Both of these breeds are Brachycephalic (Brak-E-So-Fal-ic) types of dogs. This means that they have larger heads in relation to their body and short snouts.

This muzzle configuration can cause sinus problems that may result in surgery. You will hear both of them snore, snort, and have other loud breathing sounds.

You may also want to stay away from their back end as well. Inhaled air does not always come out of their nose. This is one of the many reasons a good dog food is recommended. These little ones can clear a room.

Keep the wrinkles clean on their faces. Bacteria and other contaminants can create skin conditions in their folds. Hip, joint, and stomach conditions may also develop during their lifetimes as well.

As mentioned earlier, due to the Pug's short eye sockets, if their neck is squeezed too hard, or a choke collar is used, their eyes can be dislodged from their sockets.

They do have thick necks, so it does make a real effort for this to happen. Pet Pug Dog recommends using a harness instead of a collar when taking them on a walk for about 20 minutes a day.

There are a few things you can do to minimize health risks.

  • Speak to a veterinarian, visit the AKC Marketplace website, or use other resources to find a reputable breeder in your area.
  • Once you find your new best friend, take him or her to your veterinarian to have your dog checked out for their first annual appointment.
  • Educate yourself on warning signs to look out for, proper nutrition, and other preventative measures you can take to keep your four-legged best friend in the best shape possible

According to The Humane Society Of The United States, an occasional human food treat is not going to kill them (as long as you know which foods are not poisonous), but a healthy dog is a happy dog.

You Play The Stay Game And I Will Go

While both of these breeds love their humans and are eager to please, there is that streak of stubbornness that can test your patience.

If you are going to try to bend them to your will, Her Royal Majesty Pug has many centuries of royal stubbornness in there from the east and west.

The Frenchy comes from ancestors that fought animals that were almost five times her size and dealt with nastier things than you. Our point is, negative, will-breaking will not work.

The best way to train your dog is positive reinforcement that starts early, that is consistent, and has game-like creativity to it.

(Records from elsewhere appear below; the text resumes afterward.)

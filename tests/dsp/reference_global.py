"""LUDB cardiologists' GLOBAL P duration, PR, QRS duration and QT, and how the engine's compare.

Reference rule (shared/data/README.md, "Global intervals and labels"): a global duration runs
from the earliest onset to the latest offset over the simultaneous leads (AHA/ACCF/HRS 2007
Part I, Kligfield et al., Circulation 115:1306-1324). LUDB's cardiologists marked each lead on
its own (Kalyakulina et al., IEEE Access 8:186181, 2020), so a beat's reference is the
SECOND-earliest onset and the SECOND-latest offset among the leads that marked that boundary
(at least 4 leads), which keeps one stray lead mark from deciding it; a record's value is the
median over its beats. Beats are grouped across the 12 annotation files by their QRS peak
label within 150 ms of the anchor lead's (the lead with the most annotated beats).

Acceptance limits beside the figures: IEC 60601-2-25 global durations, recalled (from
memory): P +-10 / 15, PR +-10 / 10, QRS +-6 / 10, QT +-12 / 30 ms (|mean| / SD of the
record-by-record differences).

Tuning split (RULES.md: tune on one half, report the other): records with an ODD record
number are the tuning half; EVEN record numbers are held out (nothing was tuned on them).
"""

from __future__ import annotations

import csv
from dataclasses import dataclass
from pathlib import Path

import numpy as np
from reference_marks import LUDB_LEADS, MATCH_S, load_ludb_lead

GLOBAL_INTERVALS = ("p_ms", "pr_ms", "qrs_ms", "qt_ms")
# IEC 60601-2-25 acceptance for global durations (recalled, from memory): (|mean|, SD) ms.
IEC_GLOBAL_LIMITS_MS = {
    "p_ms": (10.0, 15.0),
    "pr_ms": (10.0, 10.0),
    "qrs_ms": (6.0, 10.0),
    "qt_ms": (12.0, 30.0),
}
MIN_LEADS = 4  # a beat's global boundary needs this many leads marking it


def tuning_half(name: str) -> bool:
    """True for the tuning half (odd record numbers), False for the held-out half."""
    return int(name) % 2 == 1


def _second(values: np.ndarray, earliest: bool) -> int:
    """Second-earliest (or second-latest) of the marked values (>= MIN_LEADS), else -1."""
    v = np.sort(values[values >= 0])
    if v.size < MIN_LEADS:
        return -1
    return int(v[1] if earliest else v[-2])


def _lead_marks_by_beat(ludb_dir: Path, name: str, fs_hz: float) -> tuple[np.ndarray, np.ndarray]:
    """(anchor QRS peaks (B,), marks[beat, lead, fid] (B, 12, 5), -1 = not marked): each
    lead's marks of the beat whose QRS peak lies within 150 ms of the anchor lead's."""
    leads = [load_ludb_lead(ludb_dir / name, ext) for ext in LUDB_LEADS]
    anchor = max(leads, key=lambda rb: rb.r.size)
    marks = np.full((anchor.r.size, len(leads), 5), -1, dtype=np.int64)
    for j, rb in enumerate(leads):
        if rb.r.size == 0:
            continue
        k = np.searchsorted(rb.r, anchor.r)
        for bi, (ar, kk) in enumerate(zip(anchor.r, k, strict=True)):
            cand = [c for c in (kk - 1, kk) if 0 <= c < rb.r.size]
            if not cand:
                continue
            c = min(cand, key=lambda c: abs(int(rb.r[c]) - int(ar)))
            if abs(int(rb.r[c]) - int(ar)) <= MATCH_S * fs_hz:
                marks[bi, j] = rb.marks[c]
    return anchor.r, marks


def ludb_global_reference(ludb_dir: Path, name: str, fs_hz: float = 500.0) -> dict[str, float]:
    """The cardiologists' global P, PR, QRS and QT of one LUDB record (ms; absent keys where
    no beat had enough leads marked). See the module docstring for the rule."""
    anchor_r, marks = _lead_marks_by_beat(ludb_dir, name, fs_hz)
    if anchor_r.size == 0:
        return {}
    per_beat: dict[str, list[float]] = {k: [] for k in GLOBAL_INTERVALS}
    to_ms = 1000.0 / fs_hz
    for b in range(marks.shape[0]):
        p_on = _second(marks[b, :, 0], True)
        p_off = _second(marks[b, :, 1], False)
        q_on = _second(marks[b, :, 2], True)
        q_off = _second(marks[b, :, 3], False)
        t_off = _second(marks[b, :, 4], False)
        if p_on >= 0 and p_off > p_on:
            per_beat["p_ms"].append((p_off - p_on) * to_ms)
        if p_on >= 0 and q_on > p_on:
            per_beat["pr_ms"].append((q_on - p_on) * to_ms)
        if q_on >= 0 and q_off > q_on:
            per_beat["qrs_ms"].append((q_off - q_on) * to_ms)
        if q_on >= 0 and t_off > q_on:
            per_beat["qt_ms"].append((t_off - q_on) * to_ms)
    return {k: float(np.median(v)) for k, v in per_beat.items() if v}


def ludb_beat_qrs_reference(ludb_dir: Path, name: str, fs_hz: float = 500.0) -> np.ndarray:
    """The cardiologists' global QRS onset and end of every annotated beat of one LUDB
    record: (B, 3) samples (anchor QRS peak, second-earliest lead onset, second-latest lead
    end), -1 where fewer than ``MIN_LEADS`` leads marked the boundary (module docstring)."""
    anchor_r, marks = _lead_marks_by_beat(ludb_dir, name, fs_hz)
    out = np.full((anchor_r.size, 3), -1, dtype=np.int64)
    for b in range(anchor_r.size):
        out[b] = (anchor_r[b], _second(marks[b, :, 2], True), _second(marks[b, :, 3], False))
    return out


def ludb_labels(ludb_dir: Path) -> dict[str, dict[str, str]]:
    """ludb.csv rows by record name (the cardiologists' diagnoses; Kalyakulina et al. 2020)."""
    with (ludb_dir / "ludb.csv").open(newline="") as fh:
        return {r["ID"].strip(): r for r in csv.DictReader(fh)}


def has_label(row: dict[str, str], column: str, text: str, *, exclude: str = "") -> bool:
    """Whether one of the lines of ``row[column]`` contains ``text`` (case-insensitive) and
    not ``exclude``."""
    for line in row.get(column, "").lower().splitlines():
        if text in line and not (exclude and exclude in line):
            return True
    return False


@dataclass
class GlobalComparison:
    """Engine minus reference per record and interval, split into the two halves."""

    diffs: dict[str, dict[str, float]]  # interval -> record -> engine - reference (ms)

    @classmethod
    def empty(cls) -> GlobalComparison:
        return cls({k: {} for k in GLOBAL_INTERVALS})

    def add(self, name: str, engine: dict[str, float | None], ref: dict[str, float]) -> None:
        for k in GLOBAL_INTERVALS:
            e = engine.get(k)
            if e is not None and k in ref:
                self.diffs[k][name] = float(e) - ref[k]

    def stats(self, half: bool | None = None) -> dict[str, tuple[float, float, int]]:
        """(mean, SD, n) per interval; ``half`` True: tuning half, False: held-out, None: all."""
        out = {}
        for k, d in self.diffs.items():
            v = np.array([x for n, x in d.items() if half is None or tuning_half(n) == half])
            out[k] = (
                (float(v.mean()), float(v.std()), int(v.size)) if v.size else (np.nan, np.nan, 0)
            )
        return out

    def table(self, title: str) -> str:
        lines = [
            title,
            f"{'interval':8s} {'half':>9s} {'mean ms':>8s} {'SD ms':>6s} {'n':>4s}"
            f" {'IEC |mean|/SD':>14s}",
        ]
        for k in GLOBAL_INTERVALS:
            lim = IEC_GLOBAL_LIMITS_MS[k]
            for label, half in (("odd/tune", True), ("even/test", False), ("all", None)):
                m, s, n = self.stats(half)[k]
                lines.append(
                    f"{k:8s} {label:>9s} {m:8.1f} {s:6.1f} {n:4d} {lim[0]:>7.0f} / {lim[1]:.0f}"
                )
        return "\n".join(lines)
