class WorklistFilter(QSortFilterProxyModel):
    """Unread only, flagged only, QTc above a value; empty values sort last either way."""

    def __init__(self, parent: QObject | None = None) -> None:
        super().__init__(parent)
        self.unread_only = False
        self.flagged_only = False
        self.qtc_above_ms: float | None = None
        self.setSortRole(SortKeyRole)
        self.setDynamicSortFilter(True)

    def set_filters(
        self, *, unread_only: bool, flagged_only: bool, qtc_above_ms: float | None
    ) -> None:
        # Qt 6.10: begin/endFilterChange replace the deprecated invalidateFilter.
        self.beginFilterChange()
        self.unread_only = unread_only
        self.flagged_only = flagged_only
        self.qtc_above_ms = qtc_above_ms
        self.endFilterChange()

    def filterAcceptsRow(
        self, source_row: int, source_parent: QModelIndex | QPersistentModelIndex
    ) -> bool:
        model = self.sourceModel()
        assert isinstance(model, WorklistModel)
        row = model.row_at(source_row)
        if self.unread_only and model.status_of(row) != "unread":
            return False
        if model.blinded:
            return True  # value filters would reveal the values
        if self.flagged_only and not row.flagged:
            return False
        if self.qtc_above_ms is not None:
            q = row.qtc_ms(model.qtc_formula)
            if q is None or q <= self.qtc_above_ms:
                return False
        return True

    def lessThan(
        self, left: QModelIndex | QPersistentModelIndex, right: QModelIndex | QPersistentModelIndex
    ) -> bool:
        a = left.data(SortKeyRole)
        b = right.data(SortKeyRole)
        a_none = isinstance(a, float) and math.isnan(a)
        b_none = isinstance(b, float) and math.isnan(b)
        if a_none or b_none:
            # Qt reverses lessThan for descending order; keep empty values at the bottom.
            desc = self.sortOrder() == Qt.SortOrder.DescendingOrder
            if a_none and b_none:
                return False
            return (not a_none) != desc
        try:
            return a < b  # type: ignore[operator]
        except TypeError:
            return str(a) < str(b)


class _ScanSignals(QObject):
    rows = Signal(int, list, object)  # generation, rows, {path: subject facts}
    progress = Signal(int, int, int)  # generation, done, total (total 0 = still searching)
    finished = Signal(int, int)  # generation, n rows
    failed = Signal(int, str)


class _ScanTask(QRunnable):
    """Lists ``root`` off the GUI thread, emitting rows in chunks."""

    CHUNK_S = 0.1
    CHUNK_ROWS = 500

    def __init__(
        self,
        root: Path,
        generation: int,
        engine_version: str | None,
        include_subfolders: bool | None = None,
    ) -> None:
        super().__init__()
        self.setAutoDelete(False)
        self.root = root
        self.generation = generation
        self.engine_version = engine_version
        self.include_subfolders = include_subfolders
        self.listing: FolderListing | None = None  # what was listed (set before finished)
        self.signals = _ScanSignals()
        self.cancelled = threading.Event()
        self.thread_id: int | None = None

    def run(self) -> None:
        from reviewapp.core.errors import ReviewError

        self.thread_id = threading.get_ident()
        gen = self.generation
        try:
            self.signals.progress.emit(gen, 0, 0)
            listing = list_folder(self.root, self.include_subfolders, keep=is_listable)
            self.listing = listing
            paths = list(listing.records)
            total = len(paths)
            self.signals.progress.emit(gen, 0, total)
            chunk: list[ListingRow] = []
            subjects: dict[Path, dict[str, str]] = {}
            last = time.monotonic()
            for i, p in enumerate(paths):
                if self.cancelled.is_set():
                    return
                chunk.append(listing_row(p, self.root, self.engine_version))
                facts = header_subject(p)
                if facts:
                    subjects[p] = facts
                now = time.monotonic()
                if len(chunk) >= self.CHUNK_ROWS or now - last >= self.CHUNK_S:
                    self.signals.rows.emit(gen, chunk, subjects)
                    self.signals.progress.emit(gen, i + 1, total)
                    chunk, subjects, last = [], {}, now
            if chunk:
                self.signals.rows.emit(gen, chunk, subjects)
            self.signals.progress.emit(gen, total, total)
            self.signals.finished.emit(gen, total)
        except ReviewError as err:
            self.signals.failed.emit(gen, str(err))
        except Exception as err:  # shown in the widget, never a crash of the window
            self.signals.failed.emit(gen, f"{self.root}: cannot list the folder: {err}")
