# (|mean| max, SD max) per half: a little above the measured figures in the table above.
HELD = {
    True: {
        "p_ms": (7.5, 13.0),
        "pr_ms": (2.0, 9.5),
        "qrs_ms": (3.0, 12.5),
        "qt_ms": (10.5, 20.5),
    },
    False: {
        "p_ms": (7.5, 15.5),
        "pr_ms": (2.0, 11.0),
        "qrs_ms": (4.5, 13.0),
        "qt_ms": (9.5, 21.0),
    },
}


@pytest.fixture(scope="module")
def ludb_global(shared_data: Path, ludb_analyses) -> tuple[GlobalComparison, dict]:
    root = shared_data / "ludb"
    comp = GlobalComparison.empty()
    readings = {}
    for name in ludb_analyses.names():
        reading = ludb_analyses[name].reading()
        iv = reading.measurements.intervals
        comp.add(
            name, {k: getattr(iv, k) for k in GLOBAL_INTERVALS}, ludb_global_reference(root, name)
        )
        readings[name] = reading
    print(comp.table("LUDB global durations, engine - cardiologists' global (ms)"))
    return comp, readings


@pytest.mark.parametrize("tuning", [True, False], ids=["odd-tuning", "even-held-out"])
@pytest.mark.parametrize("interval", GLOBAL_INTERVALS)
def test_global_durations_against_ludb_cardiologists(ludb_global, tuning, interval) -> None:
    comp, _ = ludb_global
    mean, sd, n = comp.stats(tuning)[interval]
    mean_max, sd_max = HELD[tuning][interval]
    iec = IEC_GLOBAL_LIMITS_MS[interval]
    assert n >= 45, f"{interval}: only {n} records compared"
    assert abs(mean) <= mean_max, f"{interval}: mean {mean:.1f} ms (IEC {iec[0]})"
    assert sd <= sd_max, f"{interval}: SD {sd:.1f} ms (IEC {iec[1]})"


def test_pr_and_qt_means_within_iec_on_the_held_out_half(ludb_global) -> None:
    # IEC 60601-2-25 global-duration acceptance, recalled (from memory): PR +-10, QT +-12 ms
    # mean; the QT spread 30 ms. Held-out (even) records.
    comp, _ = ludb_global
    st = comp.stats(False)
    assert abs(st["pr_ms"][0]) <= IEC_GLOBAL_LIMITS_MS["pr_ms"][0]
    assert abs(st["qt_ms"][0]) <= IEC_GLOBAL_LIMITS_MS["qt_ms"][0]
    assert st["qt_ms"][1] <= IEC_GLOBAL_LIMITS_MS["qt_ms"][1]


def test_bundle_branch_block_reads_a_wide_qrs(shared_data: Path, ludb_global) -> None:
    # ludb.csv "Conduction abnormalities" (the cardiologists' reading): complete right or left
    # bundle branch block needs QRS >= 120 ms (AHA/ACCF/HRS 2009 Part III, Surawicz et al.;
    # from memory). Before: record 108 (complete RBBB) read 86 ms.
    _, readings = ludb_global
    labels = ludb_labels(shared_data / "ludb")
    bbb = [
        n
        for n in readings
        if has_label(
            labels[n], "Conduction abnormalities", "complete right bundle", exclude="incomplete"
        )
        or has_label(
            labels[n], "Conduction abnormalities", "complete left bundle", exclude="incomplete"
        )
    ]
    assert len(bbb) >= 4
    qrs = {n: readings[n].measurements.intervals.qrs_ms for n in bbb}
    assert all(v is not None and v >= 120.0 for v in qrs.values()), qrs


def test_first_degree_av_block_pr(shared_data: Path, ludb_global) -> None:
    # ludb.csv: "I degree av block" (PR > 200 ms, common practice). The cardiologists' own
    # marks give a global PR of only 189-200 ms on 3 of the 5 such records here (15, 61, 131;
    # rule of the module docstring), so the check is: above 200 ms wherever theirs is (78:
    # 230 vs 232, 134: 240 vs 266 ms), and within 10 ms of theirs on the borderline ones.
    # Record 134: the engine's P onset lies within 10 ms of the readers' in 9-10 of 12 leads
    # on every beat; the reference's second-earliest onset comes from V2/V3 marks 88-122 ms
    # earlier on three beats (and III/aVF 50-58 ms earlier on two), where those leads are
    # flat, which makes the reference P 208 ms long.
    comp, readings = ludb_global
    labels = ludb_labels(shared_data / "ludb")
    avb = [
        n for n in readings if has_label(labels[n], "Conduction abnormalities", "i degree av block")
    ]
    assert len(avb) >= 4
    for n in avb:
        pr = readings[n].measurements.intervals.pr_ms
        ref = pr - comp.diffs["pr_ms"][n]
        if ref > 200.0:
            assert pr > 200.0, (n, pr, ref)
        else:
            assert abs(pr - ref) <= 10.0, (n, pr, ref)


def test_short_qtc_is_rare(ludb_global) -> None:
    # At most 1 in 30 LUDB records flagged short QTc (a cardiologist signs short QT rarely;
    # limit <= 340 ms, ESC 2015, Priori et al., from memory). Measured 1 of 140 (record 88).
    # Before: 50 of 140 at <= 390 ms with the median lead's QT, 30 of 140 at <= 390 ms with the
    # global QT.
    _, readings = ludb_global
    short = [
        n
        for n, r in readings.items()
        if any(f.quantity.startswith("qtc") and f.direction == "below" for f in r.findings)
    ]
    assert len(short) <= len(readings) / 30.0, short


def test_no_false_st_infarct_pattern_in_bundle_branch_block(shared_data: Path, ludb_global) -> None:
    # 4th UDMI (Thygesen et al., 2018; from memory): with a QRS >= 120 ms the ST and Q criteria
    # are not applied; the reason is part of the reading. Before: record 108 (RBBB) listed
    # inferior ST elevation, reciprocal depression and Q waves.
    _, readings = ludb_global
    r = readings["108"]
    assert not any(f.quantity in ("st_j_mv", "q_ms") for f in r.findings)
    gated = {x.quantity for x in r.reasons if x.kind == "gated"}
    assert {"st_j_mv", "q_ms"} <= gated
    assert any(x.kind == "not_comparable" and x.quantity.startswith("qtc") for x in r.reasons)
    assert r.measurements.intervals.jt_ms == pytest.approx(
        r.measurements.intervals.qt_ms - r.measurements.intervals.qrs_ms
    )


def test_halves_are_disjoint_and_cover_the_records(ludb_global) -> None:
    comp, readings = ludb_global
    odd = {n for n in readings if int(n) % 2}
    assert odd and len(odd) < len(readings)
    assert np.isfinite(comp.stats(True)["qrs_ms"][0]) and np.isfinite(
        comp.stats(False)["qrs_ms"][0]
    )


# Premature beats (``BeatKind.PREMATURE``; each delineated on its own signal, not from the
# median beat) against the cardiologists' global QRS of the same beat (second-earliest lead
# onset, second-latest lead end, at least 4 leads; ``ludb_beat_qrs_reference``). Measured,
# engine 0.4.1, engine - reference per beat, mean +- SD ms (n beats):
#   odd (tuning):     QRS -18.5 +- 15.7 (17), onset +14.1 +- 14.1, end -4.4 +- 7.5;
#                     mean |error| 21.1, RMS 24.2
#   even (held out):  QRS  -4.8 +- 17.2 (27), onset  +4.4 +- 12.4, end -0.4 +- 12.1;
#                     mean |error| 13.7, RMS 17.9
# Of another QRS shape than the dominant beats (the ventricular-looking ones): odd QRS -30.2
# +- 10.4 (8; onset +24.8), even -5.3 +- 23.2 (3); of the dominant shape: odd -8.0 +- 11.7
# (9), even -4.8 +- 16.3 (24).
# Why the onset is late: the global rule (``_widen_qrs``) widens the spatial onset only to a
# lead onset that another voting lead confirms within 14 ms, and only where at least three
# voting leads have a candidate outside the spatial mark that moves the lead's own signal
# (``confirmed_extreme``'s ``min_votes`` counts those candidates). On a single noisy beat
# fewer candidates pass the movement test than on the median beat: record 105's premature
# beat has V2 and V3 agreeing 2 samples apart, record 109's aVR and V6, and no widening
# follows; record 109's beat at 4.4 s has V4 and V6 at the readers' onset but V4's QRS slope
# is under 0.3 x the largest lead's, so it does not vote. Record 38's premature beat (QRS 112
# ms, the readers' 148 ms; the one ventricular-labelled premature beat read under 120 ms)
# starts with a 30 ms ramp of about 1.5 mV/s in the limb leads, below both the lead onset's
# noise floor (1.5 x the window's median slope, 1.7 mV/s in lead I) and the 5 % slope
# envelope, so no lead finds it.
# Tried on the odd half, beats delineated on their own only (the median beat and the
# dominant-beat table above unchanged in each), per-beat QRS odd / even:
#   three VOTING leads (not three candidates) needed:  -10.1 +- 16.0 / +1.6 +- 18.1 (RMS
#     18.9 / 18.2);
#   the same with leads voting from 0.15 x the largest slope: -4.7 +- 14.2 / +1.9 +- 18.3
#     (RMS 15.0 / 18.4); the onset only: -8.1 +- 15.1 / -1.3 +- 18.1 (RMS 17.2 / 18.2);
#   a lead onset's envelope at 2.5 % (and noise floor 0.75 x): -4.0 +- 19.0 / +8.1 +- 21.7
#     (+12.1 +- 22.8 / +19.4 +- 25.5, mean |error| 19.4 / 25.5: record 38 then 144 ms and all
#     8 ventricular-labelled premature beats >= 120 ms, but 64 and 106 read 16-34 ms wide);
#   premature beats of the dominant QRS shape given the median beat's QRS (carried by the
#     dominant beats' template match): -20.8 +- 13.0 / -13.1 +- 16.8 (their onsets 8-13 ms
#     late: the readers mark these beats' onsets earlier than the median beat's).
# The held-out half's per-beat error fell with none of them (mean |error| 13.7 ms; with the
# vote rules 14.1-14.7 and RMS 17.9 -> 18.2-18.4, though the mean moved toward 0; carried
# 15.3; envelope 18.1 and 25.5), and with the vote rules the ventricular-labelled premature
# beats read >= 120 ms stayed 6 of 8 (record 38 unchanged), so none was taken.
# The limits hold the measured figures.
PREMATURE_HELD = {True: (20.0, 17.0, 15), False: (6.5, 18.5, 24)}  # |mean|, SD, n min


@pytest.fixture(scope="module")
def premature_errors(shared_data: Path, ludb_analyses, ludb_global) -> dict[bool, np.ndarray]:
    """Engine - reference QRS duration (ms) of each matched premature beat, by half."""
    root = shared_data / "ludb"
    out: dict[bool, list[float]] = {True: [], False: []}
    for name in ludb_analyses.names():
        an = ludb_analyses[name]
        prem = [i for i, b in enumerate(an.beats) if b.kind is BeatKind.PREMATURE]
        if not prem:
            continue
        ref = ludb_beat_qrs_reference(root, name, an.fs_hz)
        to_ms = 1000.0 / an.fs_hz
        for i in prem:
            m = an.beat_marks[i]
            k = np.flatnonzero(np.abs(ref[:, 0] - an.beats[i].r) <= 0.150 * an.fs_hz)
            if m.qrs_on is None or m.qrs_off is None or k.size == 0:
                continue
            _, on, off = ref[k[0]]
            if on >= 0 and off > on:
                out[tuning_half(name)].append(((m.qrs_off - m.qrs_on) - (off - on)) * to_ms)
    return {h: np.array(v) for h, v in out.items()}


@pytest.mark.parametrize("tuning", [True, False], ids=["odd-tuning", "even-held-out"])
def test_premature_beat_qrs_against_ludb_cardiologists(premature_errors, tuning) -> None:
    # Reference: LUDB cardiologists' lead marks (Kalyakulina et al., IEEE Access 2020), rule
    # of reference_global; figures in the comment above PREMATURE_HELD.
    err = premature_errors[tuning]
    mean_max, sd_max, n_min = PREMATURE_HELD[tuning]
    assert err.size >= n_min, f"only {err.size} premature beats compared"
    assert abs(err.mean()) <= mean_max, f"QRS mean {err.mean():.1f} ms"
    assert err.std() <= sd_max, f"QRS SD {err.std():.1f} ms"


def test_ventricular_premature_beats_read_wide(shared_data: Path, ludb_analyses) -> None:
    # ludb.csv "Extrasystolies": "Ventricular extrasystole" on records 38, 45, 105, 106, 125
    # (the cardiologists' reading). A ventricular premature complex is wide, QRS >= 120 ms
    # (Mason et al., Circulation 2007 statement list; from memory). Measured with engine
    # 0.4.1: 6 of 8 premature beats on those records read >= 120 ms; the two that do not are
    # on record 38 (112 ms against the readers' 148 ms, see above; and a narrow one, 88 ms
    # against 102 ms, of the dominant QRS shape).
    labels = ludb_labels(shared_data / "ludb")
    wide = total = 0
    for name, row in labels.items():
        if not has_label(row, "Extrasystolies", "ventricular extrasystole"):
            continue
        reading = ludb_analyses[name].reading()
        for b, iv in zip(reading.marked.beats, reading.measurements.beats, strict=False):
            if b.kind is BeatKind.PREMATURE:
                total += 1
                wide += iv.qrs_ms is not None and iv.qrs_ms >= 120.0
    assert total >= 6 and wide >= 6, (wide, total)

The Frenchy is a playful creature and the Pug can be mischievous. Use that as an advantage. For training techniques and advice, seek the assistance of a certified trainer in your area like the AKC's Good Citizen Training Program.

Any Couch Will Do

Overall, The French Bulldog and The Pug have similar traits. They both love their people, their families, and can be trained with positive reinforcement. Keep an eye on their health and supervise them around young children.

You can expect both The Frenchy and the Pug to be laying next to you or in your lap on your couch. It does not matter if your couch is located in the living room, condo, apartment, RV, yacht, or assisted living facility. As long as they have their person or people, they will be content.